WebProtégé: a collaborative Web-based platform for editing biomedical ontologies

Matthew Horridge 1,*, Tania Tudorache 1, Csongor Nuylas 1, Jennifer Vendetti 1, Natalya F Noy 1, Mark A Musen 1
PMCID: PMC4176057  PMID: 24771560

Abstract

Summary: WebProtégé is an open-source Web application for editing OWL 2 ontologies. It contains several features to aid collaboration, including support for the discussion of issues, change notification and revision-based change tracking. WebProtégé also features a simple user interface, which is geared towards editing the kinds of class descriptions and annotations that are prevalent throughout biomedical ontologies. Moreover, it is possible to configure the user interface using views that are optimized for editing Open Biomedical Ontology (OBO) class descriptions and metadata. Some of these views are shown in the Supplementary Material and can be seen in WebProtégé itself by configuring the project as an OBO project.

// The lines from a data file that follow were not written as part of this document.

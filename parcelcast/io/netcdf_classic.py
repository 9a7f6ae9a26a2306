"""Is a classic NetCDF file whole?  The header's record count against the file's size.

A classic NetCDF file (formats CDF-1 "classic" and CDF-2 "64-bit offset") states in its
header how many records it holds and where each variable's data begin.  A file cut short
(a copy or download that stopped) still opens, and the netCDF library returns the lost
records as zeros (0 K, times of 1970-01-01 00:00 or the reference time); only the file
size tells.  :func:`check_complete` reads the header (NetCDF Classic Format Specification,
Unidata, "The NetCDF Classic Format", header grammar) and compares.  NetCDF-4 (HDF5)
files are not checked here: HDF5 refuses a truncated file when it opens.  CDF-5 files are
not checked either (rare; their header uses 64-bit counts).
"""

from __future__ import annotations

import struct
from pathlib import Path

from parcelcast.errors import IncompleteInputError, InputFileError

_DIMENSION, _VARIABLE, _ATTRIBUTE = 0x0A, 0x0B, 0x0C
#: nc_type -> size in bytes (NC_BYTE, NC_CHAR, NC_SHORT, NC_INT, NC_FLOAT, NC_DOUBLE)
_TYPE_SIZE = {1: 1, 2: 1, 3: 2, 4: 4, 5: 4, 6: 8}
_STREAMING = 0xFFFFFFFF  # numrecs of a file being written as a stream: not yet known
_MAX_HEADER = 1 << 24  # headers are small; refuse to walk absurd counts


class _Header:
    def __init__(self, data: bytes, offset_size: int):
        self.data = data
        self.pos = 4
        self.offset_size = offset_size

    def int32(self) -> int:
        if self.pos + 4 > len(self.data):
            raise EOFError
        (value,) = struct.unpack_from(">i", self.data, self.pos)
        self.pos += 4
        return value

    def uint32(self) -> int:
        return self.int32() & 0xFFFFFFFF

    def offset(self) -> int:
        if self.offset_size == 4:
            return self.int32()
        if self.pos + 8 > len(self.data):
            raise EOFError
        (value,) = struct.unpack_from(">q", self.data, self.pos)
        self.pos += 8
        return value

    def count(self) -> int:
        n = self.int32()
        if not 0 <= n <= _MAX_HEADER:
            raise ValueError(f"impossible count {n} in the header")
        return n

    def skip(self, nbytes: int) -> None:
        self.pos += (nbytes + 3) // 4 * 4  # padded to 4 bytes
        if self.pos > len(self.data):
            raise EOFError

    def name(self) -> str:
        n = self.count()
        start = self.pos
        self.skip(n)
        return self.data[start:start + n].decode("utf-8", "replace")

    def list_of(self, tag: int) -> int:
        found, n = self.int32(), self.count()
        if found not in (0, tag) or (found == 0 and n != 0):
            raise ValueError("unexpected list tag in the header")
        return n

    def attributes(self) -> None:
        for _ in range(self.list_of(_ATTRIBUTE)):
            self.name()
            kind, n = self.int32(), self.count()
            if kind not in _TYPE_SIZE:
                raise ValueError(f"unknown attribute type {kind}")
            self.skip(n * _TYPE_SIZE[kind])


def check_complete(path) -> None:
    """Raise :class:`IncompleteInputError` if a classic NetCDF file is shorter than its header says.

    Files of other formats (NetCDF-4/HDF5, GRIB, ...) are left alone.  A header that cannot be
    parsed is refused with :class:`InputFileError`.
    """
    path = Path(path)
    with open(path, "rb") as fh:
        magic = fh.read(4)
        if magic not in (b"CDF\x01", b"CDF\x02"):
            return
        fh.seek(0)
        data = fh.read(_MAX_HEADER)
    size = path.stat().st_size
    header = _Header(data, 4 if magic[3] == 1 else 8)
    try:
        numrecs = header.uint32()
        dims = []
        for _ in range(header.list_of(_DIMENSION)):
            header.name()
            dims.append(header.count())
        header.attributes()
        variables = []
        for _ in range(header.list_of(_VARIABLE)):
            header.name()
            ids = [header.count() for _ in range(header.count())]
            header.attributes()
            kind, vsize, begin = header.int32(), header.uint32(), header.offset()
            if kind not in _TYPE_SIZE or any(i >= len(dims) for i in ids):
                raise ValueError("a variable refers to an unknown type or dimension")
            variables.append((ids, kind, vsize, begin))
    except (EOFError, ValueError, struct.error) as exc:
        raise InputFileError(path, f"the classic NetCDF header is damaged or cut short ({exc or 'ends early'})") from None
    record = [v for v in variables if v[0] and dims[v[0][0]] == 0]
    recsize = sum(v[2] for v in record) if len(record) != 1 else _data_bytes(record[0], dims)
    if numrecs == _STREAMING:
        return
    needed = header.pos
    for ids, kind, vsize, begin in variables:
        nbytes = _data_bytes((ids, kind, vsize, begin), dims)
        if ids and dims[ids[0]] == 0:  # a record variable: numrecs slices, recsize apart
            end = begin + (numrecs - 1) * recsize + nbytes if numrecs else begin
        else:
            end = begin + nbytes
        needed = max(needed, end)
    if size < needed:
        whole = 0
        if record and recsize:
            whole = max(0, (size - min(v[3] for v in record)) // recsize)
        raise IncompleteInputError(
            f"{path}: the file is cut short: {size} bytes where its header needs {needed}; "
            f"it states {numrecs} record(s) along its unlimited dimension but holds at most "
            f"{min(whole, numrecs)} whole. The lost records would read as zeros; refusing it "
            "(copy the file again)")


def _data_bytes(var, dims) -> int:
    """Bytes of one variable's data (one record's worth for a record variable), unpadded."""
    ids, kind, _, _ = var
    n = _TYPE_SIZE[kind]
    for i in ids:
        if dims[i] != 0:
            n *= dims[i]
    return n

Availability and implementation: WebProtégé is freely available for use on the Web at http://webprotege.stanford.edu. It is implemented in Java and JavaScript using the OWL API and the Google Web Toolkit. All major browsers are supported. For users who do not wish to host their ontologies on the Stanford servers, WebProtégé is available as a Web app that can be run locally using a Servlet container such as Tomcat. Binaries, source code and documentation are available under an open-source license at http://protegewiki.stanford.edu/wiki/WebProtege.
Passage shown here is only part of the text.